Quicktake

How the 6% Real Estate Commission Became Endangered

A realtor locks the door following an open house at a home in Seattle, Washington.

Photographer: David Ryder/Bloomberg

The 6% real estate commission, a mainstay of US home sales, is under threat like never before. The National Association of Realtors has agreed under legal pressure to make changes to its longstanding rules that could alter how fees are apportioned to buyers’ and sellers’ agents — a system that critics say makes commissions much higher in the US than elsewhere. The group’s settlement to end a class-action lawsuit came after a Missouri jury found that it and others had colluded to keep the fees high. On April 5, the Justice Department received the go-ahead from an appeals court to reopen its antitrust probe of the Realtor group, a move that’s likely to increase pressure on the industry.
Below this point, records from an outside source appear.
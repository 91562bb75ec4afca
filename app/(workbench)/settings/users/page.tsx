import { UserSettings } from '@/components/settings/UserSettings';
import { requirePermission } from '@/lib/auth/page';
import { listSitesFor } from '@/lib/services/sites';
import { listUsers } from '@/lib/services/users';

export const metadata = { title: 'Users and roles' };

export default async function UserSettingsPage() {
  const actor = await requirePermission('user.manage');
  const [users, sites] = await Promise.all([listUsers(), listSitesFor(actor)]);
  return <UserSettings users={users} sites={sites.map((s) => ({ id: s.id, name: s.name }))} selfId={actor.userId} />;
}
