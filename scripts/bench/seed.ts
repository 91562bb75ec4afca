// Seeding helpers for the benchmark workers (they import lib/db, so only child processes with
// PLUMEWARD_DB pointing at a throwaway file use them).
import { sequelize } from '@/lib/db';
import { migrator, seeder } from '@/lib/migrator';
import { processUpload } from '@/lib/server/process-upload';
import { storeBytes } from '@/lib/server/upload-store';
import { Site, SourceFile, Upload, User } from '@/models';
import { DEMO_USERS } from '@/seeders/demo-scenario';

/** The real migrations and the demo seed (users, sites, profiles, demo surveys), as the app tier's setup does. */
export async function migrateAndSeed() {
  await migrator(sequelize).up();
  await seeder(sequelize).up();
  const analyst = (await User.findOne({ where: { email: DEMO_USERS.find((u) => u.role === 'analyst')!.email } }))!;
  const site = (await Site.findOne({ where: { code: 'FV' } }))!;
  return { analyst, site };
}

/** Stores files as the upload route would have and runs the server's import over them. */
export async function importFiles(siteId: number, surveyId: number, createdBy: number, files: { name: string; bytes: Uint8Array }[]) {
  const upload = await Upload.create({ siteId, surveyId, createdBy, status: 'queued', filesTotal: files.length });
  const rows = [];
  for (const f of files) {
    rows.push({
      uploadId: upload.id, siteId, surveyId, containerId: null, name: f.name, entry: null,
      kind: 'file' as const, sha256: await storeBytes(f.bytes), size: f.bytes.length, status: 'pending' as const, profileId: null, duplicateOf: null, hints: [],
    });
  }
  await SourceFile.bulkCreate(rows);
  await processUpload(upload.id);
  return (await Upload.findByPk(upload.id))!;
}
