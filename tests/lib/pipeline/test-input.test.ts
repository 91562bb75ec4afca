import { describe, expect, it } from 'vitest';
import { analyseTest } from '@/lib/analysis/analyse-test';
import type { NormalisedTest } from '@/lib/import/normalised-test';
import { timebaseOf, toTestInput } from '@/lib/pipeline/test-input';

function test(partial: Partial<NormalisedTest>): NormalisedTest {
  const n = partial.levelDb?.length ?? 4;
  return {
    tag: 'SM-TRC-200', role: 'trap', linkedTrapTag: null, startedAt: Date.UTC(2025, 3, 9, 8), sampleRateHz: 10, timeOffsetsS: null,
    sampleCount: n, durationS: (n - 1) / 10, levelDb: new Float32Array(n).fill(20), temperatureC: null,
    source: { file: 'x.csv', hints: [], firstLine: 2, lastLine: n + 1 }, duplicatesCollapsed: 0, backwardsJumps: 0,
    ...partial,
  };
}
const unknownTrap = { type: null, pressureBarg: null, sizeDn: null, orificeMm: null, outOfService: false };

describe('toTestInput', () => {
  it('gives a regular timebase at the reader’s rate when the series has no offsets', () => {
    expect(timebaseOf(test({ sampleRateHz: 20 }))).toEqual({ ok: true, timebase: { kind: 'regular', rateHz: 20, startS: 0 } });
  });

  it('gives the offsets themselves for an irregular series', () => {
    const offsets = Float64Array.from([0, 0.1, 0.25, 0.3]);
    const r = timebaseOf(test({ timeOffsetsS: offsets, sampleRateHz: 10 }));
    expect(r).toEqual({ ok: true, timebase: { kind: 'irregular', offsetsS: offsets } });
  });

  it('reports a one-reading test with no rate instead of analysing it with an invented one', () => {
    const t = test({ levelDb: Float32Array.from([41]), sampleCount: 1, sampleRateHz: 0, durationS: 0 });
    const r = toTestInput(t, unknownTrap);
    expect(r.ok).toBe(false);
    if (!r.ok) expect(r.reason).toMatch(/single reading with no sample rate/);
  });

  it('feeds analyseTest: the level, the temperature, the trap and the reference mean pass through', () => {
    const level = Float32Array.from({ length: 200 }, (_, i) => (i % 50 < 10 ? 60 : 18));
    const temperature = new Float32Array(200).fill(150);
    const trap = { type: 'thermodynamic_disc' as const, pressureBarg: 5, sizeDn: 15, orificeMm: null, outOfService: false };
    const r = toTestInput(test({ levelDb: level, temperatureC: temperature }), trap, { referenceMeanDb: 17 });
    expect(r.ok).toBe(true);
    if (!r.ok) return;
    expect(r.input.levelDb).toBe(level);
    expect(r.input.temperatureC).toBe(temperature);
    const a = analyseTest(r.input);
    expect(a.level.count).toBe(200);
    expect(a.temperature.tsatC).toBeCloseTo(158.8, 0); // IF97 at 6.013 bar abs ≈ 158.8 °C (the steam tables in shared/references)
    expect(a.reference.referenceMeanDb).toBe(17);
  });
});
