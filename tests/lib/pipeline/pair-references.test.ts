import { describe, expect, it } from 'vitest';
import type { AnalysedTest } from '@/lib/pipeline/analysed-test';
import { analyseInputs } from '@/lib/pipeline/analyse-inputs';
import { pairReferences } from '@/lib/pipeline/pair-references';
import { settleTests } from '@/lib/pipeline/settle';
import { loadProfile, METER_FIXTURES } from './fixture-files';

type T = Parameters<typeof pairReferences>[0][number];
const T0 = Date.UTC(2025, 3, 8, 9);
function rec(key: string, tag: string, role: 'trap' | 'reference', startMin: number, linked: string | null = null, layout = 'L', by: 'same-tag' | 'previous-test' = 'same-tag'): T {
  return {
    key, file: `${key}.csv`, entry: null, tag, role, linkedTrapTag: linked, startedAt: T0 + startMin * 60_000, durationS: 20,
    profile: { name: layout, source: 'given', layout, referenceLink: { by } },
    level: { count: 10, mean: 20, median: 20, sd: 0, p10: 20, p90: 20, min: 20, max: 20, lag1Autocorrelation: null },
  };
}

describe('pairReferences', () => {
  it('pairs across files by the linked tag, without regard to case, nearest in time', () => {
    const p = pairReferences([
      rec('t1', 'FV-EVP-031', 'trap', 0),
      rec('t2', 'FV-EVP-031', 'trap', 120),
      rec('r1', 'FV-EVP-031-REF', 'reference', 2, 'fv-evp-031'),
      rec('r2', 'X-9', 'reference', 118, 'FV-EVP-031'),
      rec('t3', 'FV-EVP-033', 'trap', 5),
    ]);
    expect(Object.fromEntries(p.referenceOf)).toEqual({ t1: 'r1', t2: 'r2' });
  });

  it('links a "previous-test" reference in a file of its own to the latest trap test of its layout before it', () => {
    const p = pairReferences([
      rec('t1', 'SM-TRC-114', 'trap', 0, null, 'D', 'previous-test'),
      rec('o1', 'SM-TRC-300', 'trap', 1, null, 'other', 'same-tag'),
      rec('r1', 'SM-TRC-114-T', 'reference', 2, null, 'D', 'previous-test'),
    ]);
    expect(Object.fromEntries(p.linkedAcrossFiles)).toEqual({ r1: 'SM-TRC-114' });
    expect(Object.fromEntries(p.referenceOf)).toEqual({ t1: 'r1' });
  });

  it('leaves a trap without a reference unpaired', () => {
    expect(pairReferences([rec('t1', 'A', 'trap', 0), rec('r1', 'B', 'reference', 1, 'B')]).referenceOf.size).toBe(0);
  });
});

describe('a run over many files', () => {
  const inputs = METER_FIXTURES.filter((f) => f.rel.startsWith('model-a/') || f.rel.startsWith('layout-d/')).map((f) => ({ name: f.fileName, bytes: f.bytes }));
  const profiles = [loadProfile('model-a/model-a.profile.json'), loadProfile('layout-d/layout-d.profile.json')];
  const run = analyseInputs(inputs, { profiles, timeZone: 'Europe/London' });
  const byTag = (tag: string) => run.tests.find((t) => t.tag === tag)!;

  it('pairs references read from other files than their trap tests', () => {
    const trap = byTag('FV-EVP-031');
    const ref = byTag('FV-EVP-031-REF');
    expect(trap.file).not.toBe(ref.file);
    expect(trap.reference?.key).toBe(ref.key);
    expect(trap.analysis!.reference.available).toBe(true);
    expect(trap.analysis!.reference.referenceMeanDb).toBeCloseTo(ref.level.mean, 9);
    expect(ref.servesTrapTests).toEqual([trap.key]);
    const d = byTag('SM-TRC-114');
    expect(d.reference?.key).toBe(byTag('SM-TRC-114-T').key);
  });

  it('a file analysed alone does not see the reference in the other file; the run does', () => {
    const alone = analyseInputs(inputs.filter((i) => !i.name.includes('-REF')), { profiles });
    expect(alone.tests.find((t) => t.tag === 'FV-EVP-031')!.analysis!.reference.available).toBe(false);
  });

  it('settling again changes nothing (idempotent)', () => {
    const again = settleTests(run.tests as AnalysedTest[]);
    expect(again.map((t) => t.analysis?.verdict)).toEqual(run.tests.map((t) => t.analysis?.verdict));
    expect(again.map((t) => t.reference)).toEqual(run.tests.map((t) => t.reference));
  });
});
But 6% commissions won’t go away overnight, experts say, and it’s unclear how much leverage consumers will have in what will now be a negotiation over the fees.

The seller typically agrees to pay a 5% to 6% commission on a sale of their property. Once a sale is completed, the seller’s agent then splits the commission with the buyer’s agent. This system is largely unique to the US, and it’s tied to the Realtor association’s control of many of the country’s so-called multiple listing services, which aggregate properties available for sale in a region.